Dabei ist es nicht erforderlich, die zahlenmäßigen Grundlagen der gebotenen Relationsbetrachtung zur Verfolgungsdichte mit quasi naturwissenschaftlicher Genauigkeit festzustellen. Vielmehr reicht es aus, die ungefähre Größenordnung der Verfolgungsschläge zu ermitteln und sie in Beziehung zur Gesamtgruppe der von Verfolgung Betroffenen zu setzen. Bei unübersichtlicher Tatsachenlage und nur bruchstückhaften Informationen aus einem Krisengebiet darf auch aus einer Vielzahl von Einzelinformationen eine zusammenfassende Bewertung des ungefähren Umfangs der asylerheblichen Verfolgungsschläge und der Größe der verfolgten Gruppe vorgenommen werden (BVerwG, Urt. v. 21.04.2009, aaO).

b) Nach diesen Maßstäben droht dem Kläger bei einer Rückkehr in den Irak wegen seines sunnitischen Glaubens nicht mit beachtlicher Wahrscheinlichkeit eine Gruppenverfolgung durch schiitische Milizen oder andere nichtstaatliche Akteure. Die Annahme einer Gruppenverfolgung der sunnitischen Bevölkerungsgruppe bezogen auf den Gesamtirak scheidet von vornherein aus. Bedenkenswert ist allein die Frage, ob die Verfolgungshandlungen, denen der sunnitische Bevölkerungsteil in Teilen des Zentraliraks und hier insbesondere in Bagdad ausgesetzt ist, bezogen auf die Größe dieser Gruppe die für die Annahme einer Gruppenverfolgung erforderliche Verfolgungsdichte aufweisen. Auch für die Region Bagdad, in der der Kläger vor seiner Ausreise gelebt hat, kann dies jedoch entgegen der Ansicht des Verwaltungsgerichts nicht bejaht werden.
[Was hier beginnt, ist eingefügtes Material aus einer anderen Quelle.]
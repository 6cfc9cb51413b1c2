package main

import (
	"bytes"
	"encoding/json"
	"fmt"
	"math/rand/v2"
	"os"
	"path/filepath"
	"strings"
	"testing"
	"time"

	"ordplan/internal/testsurvey"
	"ordplan/runner/queue/localserver"
)

// TestSelectionStabilityOutputs: a plan with selection_stability run as a
// user runs it writes the section after the decision log, the CSV table
// (listed among the files), decisions.json's block and the Methods
// sentence; with --workers 1 and 2 every output is the same bytes. The
// data are invented (seeded formula, clusters of 8 rows, frequency
// weights 1 to 3).
func TestSelectionStabilityOutputs(t *testing.T) {
	dir := t.TempDir()
	var b strings.Builder
	b.WriteString("x,y,site,w\n")
	for i := range 160 {
		fmt.Fprintf(&b, "%d,%d,s%d,%d\n", i%13, 1+(i*7+i%13)%3, i/8, 1+i%3)
	}
	if err := os.WriteFile(filepath.Join(dir, "d.csv"), []byte(b.String()), 0o644); err != nil {
		t.Fatal(err)
	}
	for _, extra := range []string{"", ", cluster: site", ", weights: w"} {
		covariance := ""
		if strings.Contains(extra, "cluster") {
			covariance = "covariance: clustered\n"
		}
		src := "version: 1\ndata: {file: d.csv" + extra + "}\noutcomes: [{column: y}]\npredictors: [x]\n" +
			"models: {approaches: [cumulative, adjacent], effects: [parallel, nonparallel]}\ntests: {parallel_lines: [lr]}\n" +
			"rules:\n  - reject_unconverged: true\n  - reject_if_test_rejects: {test: lr, alpha: 0.05}\n  - choose: {by: aic}\n" +
			covariance + "inference: {hypotheses: [\"x = 0\"]}\nselection_stability: {resamples: 20, seed: 9}\n"
		if err := os.WriteFile(filepath.Join(dir, "p.yaml"), []byte(src), 0o644); err != nil {
			t.Fatal(err)
		}
		outs := []string{filepath.Join(dir, "w1"), filepath.Join(dir, "w2")}
		for i, out := range outs {
			os.RemoveAll(out)
			if o, errs, code := runCLI("run", filepath.Join(dir, "p.yaml"), "--out", out, "--quiet", fmt.Sprintf("--workers=%d", i+1)); code != 0 {
				t.Fatalf("%q: exit %d: %s %s", extra, code, o, errs)
			}
		}
		entries, err := os.ReadDir(outs[0])
		if err != nil {
			t.Fatal(err)
		}
		for _, e := range entries {
			if e.IsDir() {
				continue
			}
			one, _ := os.ReadFile(filepath.Join(outs[0], e.Name()))
			two, err := os.ReadFile(filepath.Join(outs[1], e.Name()))
			if err != nil || !bytes.Equal(one, two) {
				t.Errorf("%q: %s differs between --workers 1 and 2 (%v)", extra, e.Name(), err)
			}
		}
		rep, _ := os.ReadFile(filepath.Join(outs[0], "report.md"))
		r := string(rep)
		log, sec := strings.Index(r, "### Decision log"), strings.Index(r, "### Stability of the model choice")
		if log < 0 || sec < log {
			t.Fatalf("%q: the stability section is missing or before the decision log", extra)
		}
		unit := map[string]string{"": "160 rows", ", cluster: site": "20 clusters of `site`", ", weights: w": "319 units, the frequency weights of `w`"}[extra]
		for _, want := range []string{unit, "Plain reading: the primary analysis chose", "| table-stability-y.csv |",
			"The stability of the model choice was assessed", "Assumptions and limits of this study",
			"in whose chosen model its test could not be computed, or that chose nothing, does not test it (column Tested in counts the others)"} {
			if !strings.Contains(r, want) {
				t.Errorf("%q: report.md lacks %q", extra, want)
			}
		}
		csv, err := os.ReadFile(filepath.Join(outs[0], "table-stability-y.csv"))
		if err != nil || !strings.HasPrefix(string(csv), "what,rule,rule_kind,model,hypothesis,count,of,share,mc_se,primary_choice,estimate_low,estimate_high\n") {
			t.Errorf("%q: table-stability-y.csv: %v\n%s", extra, err, csv)
		}
		var dec struct {
			Outcomes []struct {
				Stability *struct {
					Resamples int    `json:"resamples"`
					Unit      string `json:"unit"`
					Models    []struct {
						Chosen struct{ Count int } `json:"chosen"`
					} `json:"models"`
					None   struct{ Count int } `json:"none_chosen"`
					Failed struct{ Count int } `json:"failed"`
				} `json:"selection_stability"`
			} `json:"outcomes"`
		}
		js, _ := os.ReadFile(filepath.Join(outs[0], "decisions.json"))
		if err := json.Unmarshal(js, &dec); err != nil || dec.Outcomes[0].Stability == nil {
			t.Fatalf("%q: decisions.json: %v", extra, err)
		}
		st := dec.Outcomes[0].Stability
		total := st.None.Count + st.Failed.Count
		for _, m := range st.Models {
			total += m.Chosen.Count
		}
		if st.Resamples != 20 || total != 20 {
			t.Errorf("%q: %d resamples, shares over %d", extra, st.Resamples, total)
		}
	}
}

// TestSelectionStabilityChosenModelOutputs: with draw: chosen_model the
// section says which draw was used and how to read its shares (a rate of
// recovering the chosen model when it holds, nothing about whether it
// holds), the Methods sentence and decisions.json say so too, and the
// outputs are the same bytes with --workers 1 and 2. Invented data as in
// TestSelectionStabilityOutputs.
func TestSelectionStabilityChosenModelOutputs(t *testing.T) {
	dir := t.TempDir()
	var b strings.Builder
	b.WriteString("x,y\n")
	for i := range 160 {
		fmt.Fprintf(&b, "%d,%d\n", i%13, 1+(i*7+i%13)%3)
	}
	if err := os.WriteFile(filepath.Join(dir, "d.csv"), []byte(b.String()), 0o644); err != nil {
		t.Fatal(err)
	}
	src := "version: 1\ndata: {file: d.csv}\noutcomes: [{column: y}]\npredictors: [x]\n" +
		"models: {approaches: [cumulative, adjacent], effects: [parallel, nonparallel]}\ntests: {parallel_lines: [lr]}\n" +
		"rules:\n  - reject_unconverged: true\n  - reject_if_test_rejects: {test: lr, alpha: 0.05}\n  - choose: {by: aic}\n" +
		"selection_stability: {resamples: 20, seed: 9, draw: chosen_model}\n"
	if err := os.WriteFile(filepath.Join(dir, "p.yaml"), []byte(src), 0o644); err != nil {
		t.Fatal(err)
	}
	var reports [2]string
	for i := range reports {
		out := filepath.Join(dir, fmt.Sprintf("w%d", i+1))
		if o, errs, code := runCLI("run", filepath.Join(dir, "p.yaml"), "--out", out, "--quiet", fmt.Sprintf("--workers=%d", i+1)); code != 0 {
			t.Fatalf("exit %d: %s %s", code, o, errs)
		}
		rep, _ := os.ReadFile(filepath.Join(out, "report.md"))
		js, _ := os.ReadFile(filepath.Join(out, "decisions.json"))
		reports[i] = string(rep) + string(js)
	}
	if reports[0] != reports[1] {
		t.Error("report.md or decisions.json differs between --workers 1 and 2")
	}
	for _, want := range []string{"The plan (selection_stability, draw: chosen_model) asks how often the rules find the model the primary analysis chose when that model holds",
		"At the 160 rows used here", "Plain reading: with outcomes drawn from", "it says nothing about whether it holds",
		"Model chosen in the sets simulated from the chosen model", "| Model | Simulated sets |",
		"How often the decision procedure recovers the chosen model was assessed", `"draw": "chosen_model"`} {
		if !strings.Contains(reports[0], want) {
			t.Errorf("the outputs lack %q", want)
		}
	}
	if strings.Contains(reports[0], "bootstrap resamples of the data used here") {
		t.Error("the section describes bootstrap resamples")
	}
}

// TestChosenModelSetsLackingACategory: with draw: chosen_model, on 120
// rows where category 3 is rare (invented, seeded), a simulated set
// lacking it is set aside and drawn again rather than failing: the
// section counts the sets redrawn and what they lacked, the Methods
// sentence says the sets are conditional on each category appearing, the
// stability CSV has its redrawn row, and no set fails.
func TestChosenModelSetsLackingACategory(t *testing.T) {
	dir := t.TempDir()
	if err := os.WriteFile(filepath.Join(dir, "d.csv"), []byte(testsurvey.RareThird(rand.New(rand.NewPCG(11, 12)), 120)), 0o644); err != nil {
		t.Fatal(err)
	}
	src := "version: 1\ndata: {file: d.csv}\noutcomes: [{column: y}]\npredictors: [x]\n" +
		"models: {approaches: [cumulative], effects: [parallel]}\ntests: {parallel_lines: []}\n" +
		"rules:\n  - reject_unconverged: true\n  - choose: {by: aic}\n" +
		"selection_stability: {resamples: 40, seed: 3, draw: chosen_model}\n"
	if err := os.WriteFile(filepath.Join(dir, "p.yaml"), []byte(src), 0o644); err != nil {
		t.Fatal(err)
	}
	out := filepath.Join(dir, "out")
	if o, errs, code := runCLI("run", filepath.Join(dir, "p.yaml"), "--out", out, "--quiet"); code != 0 {
		t.Fatalf("exit %d: %s %s", code, o, errs)
	}
	rep, _ := os.ReadFile(filepath.Join(out, "report.md"))
	csv, _ := os.ReadFile(filepath.Join(out, "table-stability-y.csv"))
	for _, want := range []string{"A simulated set must hold every category of the outcome, as the data do", "simulated sets needed another draw", "what they lacked most often: y = 3 (",
		"conditional on every category appearing", "a set lacking a category of the outcome that the data hold was drawn again, so the sets are conditional on each appearing"} {
		if !strings.Contains(string(rep), want) {
			t.Errorf("report.md lacks %q", want)
		}
	}
	if !strings.Contains(string(csv), "\nredrawn,") || !strings.Contains(string(csv), "\nfailed,,,,,0,40,") {
		t.Errorf("the stability CSV has no redrawn row or counts failed sets:\n%s", csv)
	}
}

// ordplan run --queue on a plan with selection_stability says once, before
// the fits, that the resamples are fitted here and not by the queue's
// workers, and writes the same decisions.json as a run without the queue.
func TestSelectionStabilityQueueSaysLocal(t *testing.T) {
	if testing.Short() {
		t.Skip("queue")
	}
	dir := t.TempDir()
	var b strings.Builder
	b.WriteString("x,y\n")
	for i := range 120 {
		fmt.Fprintf(&b, "%d,%d\n", i%11, 1+(i*7+i%11)%3)
	}
	planPath := writeStudy(t, dir, b.String(), "version: 1\ndata: {file: d.csv}\noutcomes: [{column: y}]\npredictors: [x]\n"+
		"models: {approaches: [cumulative], effects: [parallel, nonparallel]}\ntests: {parallel_lines: [lr]}\n"+
		"rules:\n  - reject_unconverged: true\n  - choose: {by: aic}\nselection_stability: {resamples: 20, seed: 4}\n")
	runReport(t, planPath, filepath.Join(dir, "local"))
	url := localserver.ForTest(t)
	startWorkerProc(t, url, "w1")
	r := waitRun(t, runAsync("run", planPath, "--out", filepath.Join(dir, "queue"), "--queue", url), 120*time.Second)
	const want = "selection stability: its 20 bootstrap resamples are fitted on this machine (as many at once as --workers allows), not sent to the queue's workers"
	if !strings.Contains(r[1], want) {
		t.Errorf("stderr lacks %q:\n%s", want, r[1])
	}
	a, err1 := os.ReadFile(filepath.Join(dir, "local", "decisions.json"))
	c, err2 := os.ReadFile(filepath.Join(dir, "queue", "decisions.json"))
	if err1 != nil || err2 != nil || !strings.Contains(string(a), "selection_stability") || !bytes.Equal(a, c) {
		t.Errorf("decisions.json differs between the local and the queued run (%v %v)", err1, err2)
	}
}

// A cluster bootstrap of a plan whose predictors hold the clusters as
// levels (site fixed effects, errors clustered by a copy of site) cannot
// draw a resample that holds every level and differs from the data: every
// resample fails with that reason, the report's plain reading says the
// share counts failures, not stability, and the reasons are listed one to
// a line; the outcome's notes said so before the resamples
// (Analysis.StabilityLevels). With one level in one cluster of 12, the
// draws without that cluster are drawn again: no resample fails, and the
// report counts the resamples redrawn and the draws set aside, with what
// they lacked, and says the bootstrap is conditional on the level.
func TestSelectionStabilityMostlyFailedReport(t *testing.T) {
	dir := t.TempDir()
	var b strings.Builder
	b.WriteString("x,y,site,site2\n")
	for i := range 160 {
		fmt.Fprintf(&b, "%d,%d,s%d,s%d\n", i%13, 1+(i*7+i%13)%3, i%6, i%6)
	}
	planPath := writeStudy(t, dir, b.String(), "version: 1\ndata: {file: d.csv, cluster: site2}\noutcomes: [{column: y}]\npredictors: [x, site]\n"+
		"categorical: {site: {levels: [s0, s1, s2, s3, s4, s5]}}\ncovariance: clustered\n"+
		"models: {approaches: [cumulative], effects: [parallel]}\n"+
		"rules:\n  - reject_unconverged: true\n  - choose: {by: aic}\nselection_stability: {resamples: 20, seed: 4}\n")
	out := filepath.Join(dir, "out")
	report := runReport(t, planPath, out)
	for _, want := range []string{"so this share says how often it could be run on such data, not how stable the choice is",
		"when every cluster is a level of its own no resample can differ from the data",
		"The reasons met first, each once (at most 5, as the resample's own fit gave them):\n\n- each of the 6 clusters alone holds a category or level of the data (or a combination an interaction reads), so a resample holding them all is the data again and cannot vary: no resample is drawn",
		`selection_stability: the bootstrap draws whole clusters of "site2", and the rows of site = s0 (cluster "s0"), site = s1 (cluster "s1"), site = s2 (cluster "s2") and 3 more lie in one cluster each: a draw that leaves that cluster out has no row of the level, so its column cannot be estimated; every one of the 6 clusters holds such a level, so a resample holding every level is the data again, and no resample is drawn (the study reports every resample as failed).`} {
		if !strings.Contains(report, want) {
			t.Errorf("report.md lacks %q", want)
		}
	}
	if strings.Contains(report, "the choice is fragile") || strings.Contains(report, "A resample must hold every category") {
		t.Errorf("report.md calls the choice fragile on the few resamples that ran, or describes redraws that were not made")
	}

	b.Reset()
	b.WriteString("x,y,site,cl\n")
	for i := range 240 {
		site := []string{"k", "m"}[i%2]
		if i%12 == 0 {
			site = "z"
		}
		fmt.Fprintf(&b, "%d,%d,%s,c%d\n", i%13, 1+(i*7+i%13)%3, site, i%12)
	}
	planPath = writeStudy(t, dir, b.String(), "version: 1\ndata: {file: d.csv, cluster: cl}\noutcomes: [{column: y}]\npredictors: [x, site]\n"+
		"categorical: {site: {levels: [k, m, z]}}\ncovariance: clustered\n"+
		"models: {approaches: [cumulative], effects: [parallel]}\n"+
		"rules:\n  - reject_unconverged: true\n  - choose: {by: aic}\nselection_stability: {resamples: 20, seed: 4}\n")
	report = runReport(t, planPath, filepath.Join(dir, "out12"))
	dec, err := os.ReadFile(filepath.Join(dir, "out12", "decisions.json"))
	if err != nil {
		t.Fatal(err)
	}
	for _, want := range []string{"a draw lacking one was set aside and another drawn from the resample's own stream (at most 100 for one resample)",
		"of the 20 resamples needed another draw, with ",
		"what they lacked most often: site = z (",
		"The shares are therefore those of a bootstrap conditional on all of these appearing: 1 of the 12 clusters alone holds one of them, so every resample kept draws it",
		"that the data hold was drawn again, so the resamples are conditional on each appearing"} {
		if !strings.Contains(report, want) {
			t.Errorf("one level in one cluster of 12: report.md lacks %q", want)
		}
	}
	if strings.Contains(report, "the procedure failed") || !strings.Contains(string(dec), `"draws_lacked": [`) || !strings.Contains(string(dec), `"units_always_drawn": 1`) {
		t.Errorf("one level in one cluster of 12: a resample failed, or decisions.json lacks the redraws")
	}
}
aa) Nach dem Lagebericht des Auswärtigen Amts vom 11.4.2010 ist davon auszugehen, dass die Sicherheitslage im Irak nach wie vor sehr angespannt ist. Zwar hat seit Frühsommer 2007 die Zahl der sicherheitsrelevanten Vorfälle um ca. 80 % abgenommen. Besonders gefährdet sind jedoch nach wie vor Polizisten, Soldaten, Intellektuelle und alle Mitglieder der Regierung bzw. Repräsentanten des früheren Regimes, die inzwischen mit der neuen Regierung zusammenarbeiten, Mitglieder politischer Parteien, Mitarbeiter von Medien und freie Journalisten sowie Ärzte und medizinisches Personal. Dabei überlagern sich mehrere ineinander greifende Konflikte: der Kampf der irakischen Regierung und der multinationalen Streitkräfte gegen Aufständische; Terroranschläge gegen die Zivilbevölkerung; konfessionell-ethnische Auseinandersetzungen sowohl zwischen den großen Bevölkerungsgruppen (arabische Sunniten, arabische Schiiten und Kurden) als auch mit den Minderheiten (vor allem Christen und Jeziden); Kämpfe zwischen Milizen um Macht und Ressourcen.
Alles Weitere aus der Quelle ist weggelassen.